今から2年ほど前に「ファビオ・パラーティチはチームの“イタリア化”を目指している」と多数メディアは報じた。
ちょうどその頃、ミラノのレストランで「パラーティチのメモ事件」が浮上している。
パラーティチがレストランに置き忘れたメモに「名前と価格」が記されていたことで、多数メディアは興味津々に伝えた。
メモにFWフェデリコ・キエーザ、DFクリスティアン・ロメロ、MFサンドロ・トナーリ、MFニコロ・ザニオーロの名前と評価額らしき数字が記され、物議を醸す。

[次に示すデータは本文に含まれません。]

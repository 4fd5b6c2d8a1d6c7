namespace HemoRheo.Notebooks.Tests.Reports;

/// <summary>An invented summary of two groups, one comparison of which could not be had.</summary>
internal static class FakeCohort
{
    public static CohortSummary Summary { get; } = new(
        FakeStudy.Study.Name, "group",
        [.. new[] { HematocritBasis.Native, HematocritBasis.StandardByPlasma }.SelectMany(basis => FakeValues.Rates.Select((rate, i) => One(rate, basis, i)))],
        [.. FakeValues.Rates.SelectMany(rate => new[] { new OutcomeCount("controls", rate, HematocritBasis.StandardByPlasma, 0, 3, 0, 1, 1, 0), new OutcomeCount("residents", rate, HematocritBasis.StandardByPlasma, 0, 2, 1, 0, 0, 2) })],
        ["Six comparisons were made; with 5 % each, one in four such studies shows a difference that is not there."],
        []);

    private static MeasurandSummary One(ViscosityAtRate rate, HematocritBasis basis, int i) => new(
        rate, "Casson", basis,
        new("controls", 6, 4, [new("too-long-since-draw", 1)], 0, Mean(Math.Log(0.0132) - 0.6 * i), 0.1, null, 5, 5, [new("too-long-since-draw", 1)]),
        i == 2 ? new("residents", 3, 1, [], 2, null, null, "One person is too few for a mean.", 3, 1, [new("instrument-not-in-order", 2)]) : new("residents", 5, 3, [], 2, Mean(Math.Log(0.0141) - 0.6 * i), 0.12, null, 5, 3, [new("instrument-not-in-order", 2)]),
        i == 2 ? new("total", null, null, "Welch", "One person is too few for a comparison.") : new("total", Mean(0.066), 0.13, "Welch 1947 on log values, shared parts added in quadrature", null),
        basis == HematocritBasis.Native ? new("adjusted for hematocrit", i == 2 ? null : Mean(0.021), i == 2 ? null : 0.58, "Fuller 1987, within groups, error-aware", i == 2 ? "Hematocrit is measured too coarsely to adjust." : null) : null);

    private static Value Mean(double x) => new(x, [new(new(SourceKind.People, "controls"), 0.03, "people", 4), new(new(SourceKind.Calibration, "R1/1"), 0.002)]);
}
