namespace HemoRheo;

/// <summary>Where a joint fit starts: the mean of the curves' own fits, and where that fails the fits of single curves, and what the laws guess.</summary>
internal static class JointStarts
{
    /// <summary>Solves from one start after the other until one converges; after a failure of the first, the lowest sum of squares of the others counts, whatever the order of the curves.</summary>
    /// <param name="problem">The problem.</param>
    /// <param name="alone">The curves' own fits with the same laws; null where these are not to be asked.</param>
    public static JointSolution Solve(JointProblem problem, IReadOnlyList<FittedLaw>? alone)
    {
        double[][] fits = alone is null ? [] : [.. alone.Where(fit => fit.Usable).Select(fit => fit.Scaled.ToArray())];
        var guesses = Guesses(problem);
        var own = Enumerable.Range(0, guesses.Length).Select(l => alone?[l].Usable == true ? alone[l].Scaled.ToArray() : guesses[l]).ToArray();
        var first = JointSolver.Solve(problem, Start(problem, fits.Length > 0 ? fits : guesses, own));
        if (first.End.Converged) return first;
        JointSolution? best = null;
        foreach (var other in fits.Select(fit => (double[][])[fit]).Append(guesses))
        {
            var solution = JointSolver.Solve(problem, Start(problem, other, own));
            if (solution.End.Converged && !(solution.ChiSquare >= best?.ChiSquare)) best = solution;
        }

        return best ?? first;
    }

    /// <summary>Shared unknowns at the mean of some sets of parameters, each curve's own where its own set has them, factors at the mean ratio of readings to laws.</summary>
    private static double[] Start(JointProblem problem, double[][] shared, double[][] own)
    {
        var start = new double[problem.Columns.Length];
        for (var l = 0; l < problem.Curves.Length; l++)
        {
            var places = problem.Curves[l].Places;
            for (var k = 0; k < places.Length; k++)
            {
                var column = problem.Columns[places[k]];
                start[places[k]] = column.Curve is null ? Mean(shared.Select(set => set[k]), column.Wall) : Mean([own[l][k]], column.Wall);
            }
        }

        if (problem.FirstFactor < start.Length) Factors(problem, start);
        return start;
    }

    /// <summary>The mean of what is finite; the bound where all are held there.</summary>
    private static double Mean(IEnumerable<double> values, JointWall? wall)
    {
        double[] finite = [.. values.Where(double.IsFinite)];
        return finite.Length > 0 ? finite.Average() : wall?.Bound ?? 0;
    }

    private static void Factors(JointProblem problem, double[] start)
    {
        var stresses = new double[problem.Points];
        problem.Evaluate(start, stresses, new double[problem.Points * start.Length]);
        var ratios = new double[problem.Curves.Length];
        var from = 0;
        for (var l = 0; l < ratios.Length; l++)
        {
            var points = problem.Curves[l].Points;
            ratios[l] = Enumerable.Range(from, points).Average(i => Math.Log(problem.Stresses[i] / stresses[i]));
            from += points;
        }

        var mean = ratios.Average();
        for (var c = problem.FirstFactor; c < start.Length; c++) start[c] = ratios[c - problem.FirstFactor] - mean;
    }

    private static double[][] Guesses(JointProblem problem) => [.. problem.Curves.Select(curve => Fits.StartOf(curve.Law, curve.Data))];
}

そのうち半分を獲得し、選手として“大成”したことを考えるとパラーティチの“青眼(せいがん)”と手腕は認めざるを得ない。
ilbianconeroマウリツィオ・サッリ監督の解任が発表され、2020/21シーズン開幕前のメルカートでは2019年の夏同様に、豪華絢爛なジョカトーレの名前が羅列した。
メディアの主張ではあるものの、それらの選手たちに比べると“やや”地味な選手名があったことで個人的に気になった。